Information provided by: Save Our Seas Conservation Media Unit
A quarter of the world’s sharks, rays and chimaeras are threatened with extinction according to the IUCN Red List of Threatened Species, with ray species found to be at a higher risk than sharks. The findings are part of the first-ever global analysis for these species carried out by the IUCN Shark Specialist Group (SSG).
The study was published in the journal eLife. It is the culmination of years of collaboration between 306 experts from 64 countries around the world who volunteered their time and expertise at numerous workshops and by correspondence to analyse the conservation status of all 1 041 shark, ray and chimaera species. This has never been done before for any complete major marine taxonomic group.

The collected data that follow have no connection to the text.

package chem

import (
	"errors"
	"math"
	"strings"
	"testing"
)

// TestHalfEquations balances every half-reaction of the table by element and
// charge and compares its electrons and protons with the table's columns.
func TestHalfEquations(t *testing.T) {
	agents := append(append([]RedoxAgent(nil), redoxAgents().oxidants...), redoxAgents().reductants...)
	for _, a := range agents {
		e, err := ParseEquation(a.Half)
		if err != nil {
			t.Errorf("%s: %v", a.Name, err)
			continue
		}
		if err := e.Balanced(); err != nil {
			t.Errorf("%s: %v", a.Name, err)
		}
		units := float64(e.Left[0].Coefficient)
		if a.Name == "chromium(VI)" {
			units = 2 // one dichromate holds two chromium atoms
		}
		var electrons, protons float64
		for i, side := range [2][]Term{e.Left, e.Right} {
			sign := float64(1 - 2*i)
			for _, term := range side {
				switch {
				case term.Formula.Electron():
					electrons += sign * float64(term.Coefficient)
				case term.Formula.Hill() == "H^+":
					protons += sign * float64(term.Coefficient)
				}
			}
		}
		if math.Abs(electrons)/units != float64(a.Electrons) || protons/units != float64(a.Protons) {
			t.Errorf("%s: %v electrons and %v protons per unit, table %d and %d", a.Name, electrons/units, protons/units, a.Electrons, a.Protons)
		}
		if a.Source == "" {
			t.Errorf("%s has no source", a.Name)
		}
	}
}

// doseAgents are the formulas of cr6_doses.csv.
var doseAgents = map[string]string{"C2H5OH": "ethanol", "(CH3)2CHOH": "2-propanol", "FeSO4.7H2O": "FeSO4·7H2O", "Na2S2O3.5H2O": "Na2S2O3·5H2O"}

// TestChromiumDoses compares with the stoichiometric doses of cr6_doses.csv,
// worked out elsewhere from standard atomic weights.
func TestChromiumDoses(t *testing.T) {
	compared := 0
	for _, row := range testRows(t, "cr6_doses.csv") {
		name, of, byMass := strings.Cut(row["stream_or_item"], " for ")
		if name == "acid" {
			continue // TestQuenchAcid
		}
		if agent, ok := doseAgents[name]; ok {
			name = agent
		}
		oxidant := "chromium(VI)"
		if byMass && of != "Cr" {
			oxidant = strings.Replace(of, ".", "·", 1)
		}
		found, err := OxidantOf(oxidant)
		if err != nil {
			t.Fatal(err)
		}
		amount := Amount(1)
		if byMass {
			amount = found.Formula.MolarMass().Of(Gram)
		}
		w, err := Quench{Oxidant: oxidant, Amount: amount, Reductant: name}.Quenching()
		if err != nil {
			t.Fatal(err)
		}
		got := float64(w.Reductants)
		if byMass {
			got = w.ReductantMass.Grams()
		}
		if want := testNumber(t, row, "value"); math.Abs(got-want) > 2e-4*want {
			t.Errorf("%s: %v, want %v", row["stream_or_item"], got, want)
		}
		compared++
	}
	if compared < 30 {
		t.Errorf("compared %d doses", compared)
	}
}

// TestQuenchAcid checks the acid of the reduction (2.5 mol H2SO4 per dichromate
// for bisulfite, cr6_doses.csv) and the balance of acid and base.
func TestQuenchAcid(t *testing.T) {
	w, err := Quench{Oxidant: "dichromate", Amount: 1, Reductant: "sodium bisulfite"}.Quenching()
	if err != nil || !near(w.SulfuricAcid.Grams(), 2.5*98.072, 1e-4) || !near(float64(w.Hydroxide), 6, 1e-12) {
		t.Errorf("without acid: %v of acid, %v mol OH⁻, %v", w.SulfuricAcid, w.Hydroxide, err)
	}
	w, err = Quench{Oxidant: "dichromate", Amount: 1, Reductant: "sodium bisulfite", FreeAcid: 8, Reduced: 0.5}.Quenching()
	if err != nil || w.Acid != 0 || !near(float64(w.Hydroxide), 3+6+1.5, 1e-12) || !near(w.SludgeMass.Grams(), 2.5*103.02, 1e-3) {
		t.Errorf("with acid: %+v, %v", w, err)
	}
	for _, gas := range []string{"sodium hypochlorite", "sodium chlorite"} {
		w, err := Quench{Oxidant: gas, Amount: 1, Reductant: "ascorbic acid"}.Quenching()
		if err != nil || w.Acid != 0 || w.SulfuricAcid != 0 {
			t.Errorf("%s must never be told to take acid: %+v, %v", gas, w, err)
		}
	}
}

// TestQuenchEquations compares with the balanced equations that waste rules and
// textbooks print.
func TestQuenchEquations(t *testing.T) {
	for _, c := range []struct{ oxidant, reductant, want string }{
		{"dichromate", "NaHSO3", "Cr2O7^2- + 3 HSO3^- + 5 H^+ -> 2 Cr^3+ + 3 SO4^2- + 4 H2O"},
		{"dichromate", "Na2S2O5", "2 Cr2O7^2- + 3 S2O5^2- + 10 H^+ -> 4 Cr^3+ + 6 SO4^2- + 5 H2O"},
		{"dichromate", "iron(II)", "Cr2O7^2- + 6 Fe^2+ + 14 H^+ -> 2 Cr^3+ + 6 Fe^3+ + 7 H2O"},
		{"dichromate", "thiosulfate", "4 Cr2O7^2- + 3 S2O3^2- + 26 H^+ -> 8 Cr^3+ + 6 SO4^2- + 13 H2O"},
	} {
		w, err := Quench{Oxidant: c.oxidant, Amount: 1, Reductant: c.reductant}.Quenching()
		if err != nil || w.Equation != c.want {
			t.Errorf("%s with %s: %q, %v, want %q", c.oxidant, c.reductant, w.Equation, err, c.want)
		}
	}
	for _, o := range redoxAgents().oxidants {
		for _, r := range redoxAgents().reductants {
			w, err := Quench{Oxidant: o.Name, Amount: 1, Reductant: r.Name}.Quenching()
			if err != nil || w.Equation == "" {
				t.Errorf("%s with %s: no equation, %v", o.Name, r.Name, err)
			}
		}
	}
}

func TestQuenchRefuses(t *testing.T) {
	for name, c := range map[string]struct {
		quench Quench
		want   error
	}{
		"unknown oxidant":   {Quench{Oxidant: "ozone", Amount: 1, Reductant: "NaHSO3"}, ErrNoData},
		"unknown reductant": {Quench{Oxidant: "CrO3", Amount: 1, Reductant: "zinc"}, ErrNoData},
		"no amount":         {Quench{Oxidant: "CrO3", Reductant: "NaHSO3"}, ErrOutOfRange},
		"negative excess":   {Quench{Oxidant: "CrO3", Amount: 1, Reductant: "NaHSO3", Excess: -0.1}, ErrOutOfRange},
		"excess NaN":        {Quench{Oxidant: "CrO3", Amount: 1, Reductant: "NaHSO3", Excess: Fraction(math.NaN())}, ErrOutOfRange},
	} {
		if _, err := c.quench.Quenching(); !errors.Is(err, c.want) {
			t.Errorf("%s: %v, want %v", name, err, c.want)
		}
	}
	if _, err := OxidantLeft(1, 6, OxidantUse{2, 4}); !errors.Is(err, ErrImpossible) {
		t.Errorf("more used than charged: %v", err)
	}
	if left, err := OxidantLeft(2, 6, OxidantUse{3, 4}); err != nil || left != 0 {
		t.Errorf("an exact fit: %v, %v", left, err)
	}
}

The results paint an ominous picture for the chondrichthyan fishes (sharks, rays, and chimaeras) around the world. Only 23% of these species are considered safe from extinction. This makes them the most threatened group of vertebrate animals. This is particularly alarming considering the huge ecological value of these predators, which play a crucial role in the functioning of marine food webs.
“Sharks, rays, and chimaeras tend to grow slowly and produce few young, which leaves them particularly vulnerable to over-fishing,” says Sonja Fordham, President of the Washington, DC-based Shark Advocates International, a project sponsored by the Save Our Seas Foundation. “Significant policy strides have been made over the last two decades but effective conservation requires a dramatic acceleration in pace as well as an expansion of scope to include all shapes and sizes of these exceptional species. Our analysis clearly demonstrates that the need for such action is urgent.”
The paper also highlights the urgent need for the protection of skates and rays, which has previously been overlooked by conservation groups.
“Surprisingly, we have found that the rays, including sawfish, guitarfish, stingrays, and wedgefish, are generally worse off than the sharks, with five out of the seven most threatened families made up of rays,” says Dr. Colin Simpfendorfer, IUCN SSG Co-Chair. “While public, media and government attention to the plight of sharks is growing, the widespread depletion of rays is largely unnoticed. Conservation action for rays is lagging far behind, which only heightens our concern for this species group.”
Globally, the regions of most concern are the Indo-Pacific biodiversity triangle, as well as the Red and Mediterranean Seas, which border the African continent. In general, chondrichthyans found off the coast of Africa are faring badly. 24% of African species are threatened, compared with the global average of 17.4%. 18% are near threatened, which is 5.3% higher than the global figure.
The good news is that we are reasonably well informed about African chondrichthyans. Data deficient species are relatively low, at 38%, compared with the global total of 46.8%. This means that most African nations are better placed to make informed management decisions in an especially species-rich region. The Mozambique Channel, is one of the world’s most important biodiversity hotspots for many coastal and pelagic species.
Of particular concern is the high number of threatened endemic species in African waters. These animals have a very restricted distribution range and, once lost, cannot be replaced by immigration from populations elsewhere. The critically endangered ornate sleeper ray for example, was first named in 2007 and has only been spotted a handful of times, along a 310km short stretch of coast between KwaZulu Natal and the Eastern Cape.
“Threatened endemics pose a serious management challenge, particularly when they occupy a very limited habitat and depth range,” says Sarah Fowler, Save Our Seas Foundation Principal Scientist (and past IUCN Shark Specialist Group Chair and leader of the Shark Red List Assessment). Several of the southern African endemics, mostly small colourful species of sharks and rays, are threatened with extinction because their entire distribution is fished intensively, but have received very little conservation attention.”
In November last year, the South African National Plan of Action for the Conservation and Management of Sharks was announced. This is essentially the national shark conservation guidebook. It provides information on the status of chondrichthyans in South Africa and examines how best to manage shark fishing and the trade of shark products in the South African context. Conservation plans like these, informed by Red List assessments, are crucial for the continued existence of sharks, rays and chimaeras and healthy functioning of marine ecosystems.
“If we keep going as we are, then there is a real risk that sharks and rays will be as mythical as krakens and seamonsters to our grandchildren. Declines can be, and have been arrested; sharks and rays can be saved. We know what to do, and this is laid out in the paper and the reports of the Shark Specialist Group,” says Dr Nick Dulvy, Save Our Seas Foundation Funded Researcher and IUCN SSG Co-Chair.